Diaspora Alpha is live, looks good

Diaspora has launched its consumer-facing alpha (as opposed to the last release that was for developers and tinkerers only). The privacy-conscious social network was off to a bit of a rocky start since it was profiled (in the media, on the web) enthusiastically as The Facebook Killer – a level of expectation that led to huge crowd-funding on Kickstarter as well as completely overwhelming expectations no one could possible live up to.

Fast forward half a year to now. The dust has settled, the first release is out. The “alpha” isn’t in the name to look more cute, it actually is a very early release with likely a lot of bugs and certainly only very basic functionality.

However, it does seem to work, and after the first few pokes at the service it looks quite good to me. A few screenshots:

Diaspora

The blog, just because I kinda like the logo.

Diaspora

The Diaspora dashboard is clean and minimalistic. Works fine for me, but it’ll only really become clear how usable it is once more contacts are linked to my profile.

Diaspora

To handle privacy and granular sharing, Diaspora uses the metaphor of “aspects” of your identity. An aspect could be your friends, your family, your work life: you can choose granularly which of these groups sees what you post. In Diaspora’s own words:

Diaspora lets you create “aspects,” which are personal lists that let you group people according to the roles they play in your life. We think that aspects are a simple, straightforward, lightweight way to make it really clear who is receiving your posts and who you are receiving posts from. It isn’t perfect, but the best way to improve is to get it into your hands and listen closely to your response.

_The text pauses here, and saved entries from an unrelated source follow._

"""What the shift depends on beside the excess gain: the loop's slope at the zero-phase frequency and its response there
to the first harmonics. The harmonics' balance knows the network through H(jnω) only, so nothing else can matter.
"""

from __future__ import annotations

import numpy as np
from numpy.typing import NDArray

from yieldosc.settle.prepared import Prepared

Array = NDArray[np.float64]
ODD_ORDERS = (3, 5)
ALL_ORDERS = (2, 3, 4)


def features(live: Prepared) -> Array:
    """(m, f): Re and Im of d ln H/d ln ω at ω_1, of H(jnω_1)/H(jω_1) for the first harmonics; mean and skew of unequal
    rails; of a current limiter the output's response too."""
    orders = np.array((1, *(ALL_ORDERS if live.even else ODD_ORDERS)))
    s = 1j * np.broadcast_to(orders, (len(live.rows), len(orders)))
    a, da, b, db = live.network.parts_at(np.asarray(s, dtype=np.complex128))
    h = b / a
    slope = (s * (db / b - da / a))[:, 0]
    ratio = h[:, 1:] / h[:, :1].real
    columns: list[Array] = [slope.real, slope.imag, *ratio.real.T, *ratio.imag.T]
    if live.even and not live.limiter.mean_fixed:
        mean = live.network.at(np.zeros((len(live.rows), 1), dtype=np.complex128))[:, 0].real
        columns += [mean / h[:, 0].real, live.skew]
    if not live.voltage:  # the output's own network shapes its distortion
        out = np.abs(live.network.output_at(np.asarray(s[:, :3], dtype=np.complex128)))
        columns += [*(out[:, 1:] / out[:, :1]).T]
    return np.stack(columns, axis=1)
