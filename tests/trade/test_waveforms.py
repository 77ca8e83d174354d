"""Designs in time against their closed forms and limits; a design that cannot survive its jump is refused."""

from __future__ import annotations

import json
from dataclasses import replace
from itertools import pairwise
from typing import Any

import numpy as np
import pytest
from numpy.typing import NDArray

from archopt.model.evaluator import Evaluator
from archopt.model.explain import explain_many
from archopt.model.problem import Problem
from archopt.model.space import Designs
from archopt.physics.averaged_bus import bus_wave
from archopt.present.compiled_record import compiled_record
from archopt.present.plain import plain
from archopt.trade.circuits import bus_case, bus_step, jump_of, jump_rises, waves_of
from archopt.trade.pinned import pinned_problem, unmet_limits, with_jump
from archopt.trade.rebuilt import detail_of, problem_of, row_of
from archopt.trade.schedule_rows import schedule_rows
from archopt.trade.schedules import best_schedule
from archopt.trade.waveforms import recheck, settled

Rows = NDArray[np.int64]
LEAN = {"bus_a.converter": "wide_bus_150w", "bus_a.bulk": "ceramic_22u_25v", "bus_a.bulk_count": "4"}


@pytest.fixture(scope="module")
def lean(telecom: tuple[Problem, Rows]) -> tuple[Problem, Rows]:
    """The line card's hardware with little bulk capacitance, its bus free to follow the load."""
    problem, row = telecom
    row = problem.space.encode(LEAN, row)
    return pinned_problem(problem, row), row


@pytest.fixture(scope="module")
def blind(lean: tuple[Problem, Rows]) -> Rows:
    """What a schedule that knows nothing of jumps settles on."""
    problem, row = lean
    found = best_schedule(Evaluator(with_jump(problem, 0.0)), row)
    assert found.feasible
    return found.row


@pytest.fixture(scope="module")
def sound(lean: tuple[Problem, Rows]) -> Rows:
    """What is settled on when everything may jump at once."""
    problem, row = lean
    found = best_schedule(Evaluator(with_jump(problem, 100.0)), row)
    assert found.feasible
    return found.row


def test_a_jump_blind_choice_is_refused_with_the_limit_named(lean: tuple[Problem, Rows], blind: Rows) -> None:
    evaluator = Evaluator(with_jump(lean[0], 100.0))
    evaluation = evaluator.evaluate(blind[None], exact=True)
    assert evaluation.violation[0] > 0.0
    unmet = unmet_limits(evaluator, blind)
    assert any("jump survival" in words or "bus dip" in words for words in unmet), unmet
    # and the lowest bus is what it is refused for
    volts = Designs(lean[0].layout, blind[None]).volts[0, 0]
    raised = blind.copy()
    raised[lean[0].layout.volts][: len(volts)] = np.maximum(volts, volts[-1])
    assert evaluator.evaluate(raised[None], exact=True).violation[0] < evaluation.violation[0]


def test_the_jump_blind_choice_fails_in_time_too(lean: tuple[Problem, Rows], blind: Rows, sound: Rows) -> None:
    problem = with_jump(lean[0], 100.0)
    worst = []
    for row in (blind, sound):
        waves = waves_of(problem, detail_of(problem, row))
        wave = bus_wave(bus_case(waves, 0, 0, 0), bus_step(waves, 0, 0, 0))
        worst.append(100.0 * wave.dip_v / wave.bus_v[0])
    assert worst[0] > worst[1]


def test_what_meets_its_limits_meets_them_in_time(lean: tuple[Problem, Rows], sound: Rows) -> None:
    problem = with_jump(lean[0], 100.0)
    detail = detail_of(problem, sound)
    findings = recheck(problem, detail)
    assert {"rail droop", "rail release", "bus dip", "jump survival: stage input"} <= {f.limit for f in findings}
    for found in findings:
        assert found.met, found
        if found.limit in ("rail droop", "rail release", "bus dip") and "dipped" not in found.state:
            assert found.value <= 1.02 * found.closed, found
            assert found.value >= 0.3 * found.closed, found
        if found.limit.startswith("jump"):
            assert found.value > 0.0
    assert set(findings[0].as_data()) >= {"limit", "where", "value", "closed", "bound", "met"}


def test_a_design_that_fails_in_time_makes_room_for_the_next(lean: tuple[Problem, Rows], sound: Rows) -> None:
    """A bus with hardly any capacitance fails; the closed forms never let it in, so it is put in by hand."""
    problem = with_jump(lean[0], 100.0)
    tight = replace(problem.study.control, bus_dip_percent=1.0)
    strict = replace(problem, study=replace(problem.study, control=tight))
    rows = np.stack([sound, sound, sound])
    loose = settled(Evaluator(problem), rows, lambda places: places[:2])
    assert loose.kept.tolist() == [0, 1, 2]
    assert {f.row for f in loose.findings} == {0, 1}
    none = settled(Evaluator(strict), rows, lambda places: places[:1])
    assert none.failed.tolist() == [0, 1, 2]
    assert {f.limit for f in none.findings if not f.met} == {"bus dip"}


def test_a_jump_is_made_of_steps_no_larger_than_each_rails(telecom: tuple[Problem, Rows]) -> None:
    problem, _ = telecom
    rails = np.arange(len(problem.rails.names))
    rise = problem.rails.step_a * np.array([0.0, 0.5, 1.0, 1.5, 2.0, 3.2])
    rises = jump_rises(problem, rails, rise, 1e-4)
    total = np.zeros(len(rails))
    for one in rises:
        assert one.rise_a <= problem.rails.step_a[one.rail] * (1 + 1e-12)
        total[one.rail] += one.rise_a
    np.testing.assert_allclose(total, rise, rtol=1e-9)
    assert len({one.begins_s for one in rises}) == len(rises)  # alone in their groups: one after another


def test_the_bus_rises_to_its_top_after_the_jump(lean: tuple[Problem, Rows], sound: Rows) -> None:
    problem = with_jump(lean[0], 100.0)
    waves = waves_of(problem, detail_of(problem, sound))
    jump = jump_of(waves, 0, 0, 0)
    volts = problem.grid_v[Designs(problem.layout, sound[None]).volts[0, 0]]
    assert jump.wave.survives
    assert jump.wave.bus_v[-1] - jump.wave.bus_v[0] == pytest.approx(volts[-1] - volts[0], rel=0.05)
    assert (jump.spare_v() > 0.0).all()


def written(problem: Problem, rows: Rows) -> tuple[dict[str, Any], list[dict[str, Any]]]:
    designs = explain_many(Evaluator(problem), rows)
    record = json.loads(json.dumps(plain(compiled_record(problem, designs))))
    return record, json.loads(json.dumps(plain(designs)))


def test_a_result_computes_again_as_it_was_written(lean: tuple[Problem, Rows], sound: Rows) -> None:
    problem = with_jump(lean[0], 100.0)
    record, designs = written(problem, sound[None])
    again = problem_of(record)
    detail = detail_of(again, row_of(again, designs[0]))
    expected = list(designs[0]["objectives"].values())[:3]
    np.testing.assert_allclose(detail.evaluation.objectives[0], expected, rtol=1e-9)
    for limit in designs[0]["limits"]:
        worst = detail.ledger.worst[limit["limit"]]
        assert float(worst.slack[0]) == pytest.approx(limit["slack"], rel=1e-6, abs=1e-9), limit["limit"]


def test_schedule_rows_add_up_to_the_gain(lean: tuple[Problem, Rows], sound: Rows) -> None:
    problem = with_jump(lean[0], 100.0)
    record, designs = written(problem, sound[None])
    rows = schedule_rows(record, designs[0])
    assert [row["band"] for row in rows] == list(range(1, problem.states.bands + 1))
    assert rows[-1]["raise_above_input_w"] is None
    for low, high in pairwise(rows):
        assert low["fall_below_input_w"] < low["raise_above_input_w"]
        assert low["bus_a_v"] <= high["bus_a_v"]
    grid = float(problem.converters.setting_grid_v[problem.converters.names.index("wide_bus_150w")])
    for row in rows:
        assert row["bus_a_v"] / grid == pytest.approx(round(row["bus_a_v"] / grid), abs=1e-6)
    saving = sum(row["saving_kwh_per_year"] for row in rows)
    assert 0.0 < saving < 0.2 * designs[0]["objectives"]["energy_loss_kwh_per_year"]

At a glance this makes a lot of sense. Again, time will tell if it holds up.

Diaspora

On your dashboard you can also always see with whom you shared what kind of information.

Diaspora

Status updates and photos can also easily shared with external services. So far (ironically) this is limited to Twitter and Facebook. You cross-post by simply ticking the “make public” box.

Diaspora

User profiles are very minimalistic as of yet – for example you can’t put in a link to an external website. The age indicator is one of the less charming ones – never before have I actually felt old using a social network ;)

Since Diaspora is positioned as a more responsible social network than Facebook, data export and deleting your account is a simple enough task:

Diaspora

It’ll take a little while to test it all in full, and to gather a bit of a crowd on Diaspora to check out all the interactions. But at a first glance, despite this being very clearly alpha ware, it looks very promising. Another half year, maybe, and this may be a F… no. I’m kidding. This has nothing to do with Facebook, or being a Facebook killer – but it really doesn’t have to. This looks great by itself.

4 Comments

Thanks for the sneak preview. To be honest, this looks kinda boring to me. Besides Diasporas more open structure and idea to let people control their data, this isn´t anything new. I like the thing of “shared with -> world” and so on. I would be interested how the download of xml and photos looks in the end. Have you tested the export? Facebook export works pretty nice in my opinion, though I hate it, that I can´t delete my all data my data with one klick neither delete my account persistantly. Is “Close Account” just closing oder really deleting, as they were promising one day, afaik.

Facebook Download in my Blog http://marcoluciano.com/backup-und-download-von-facebook-daten-klappt

Marco, Good question. Haven’t checked out the data export. For Facebook, it works a charme, but just comes as HTML, which makes it nice to read but hard to work with I guess. I’d be interested to look at it in more detail…

Sure, with the FB Export you can´t really do anything except searching/reading what you posted. Maybe Diaspora will get really interesting for a “critical mass”, when it comes to “own” diasporas on private or business servers. Let´s have a look at it in beta status.

Diaspora is doomed to failure if they don’t address the speed problem. The site is ridiculously slow. One should be able to register in seconds. Each page of the flow takes 15-30 seconds for the server to respond! Didn’t anyone learn anything from Google? Make it fast or give up on the project.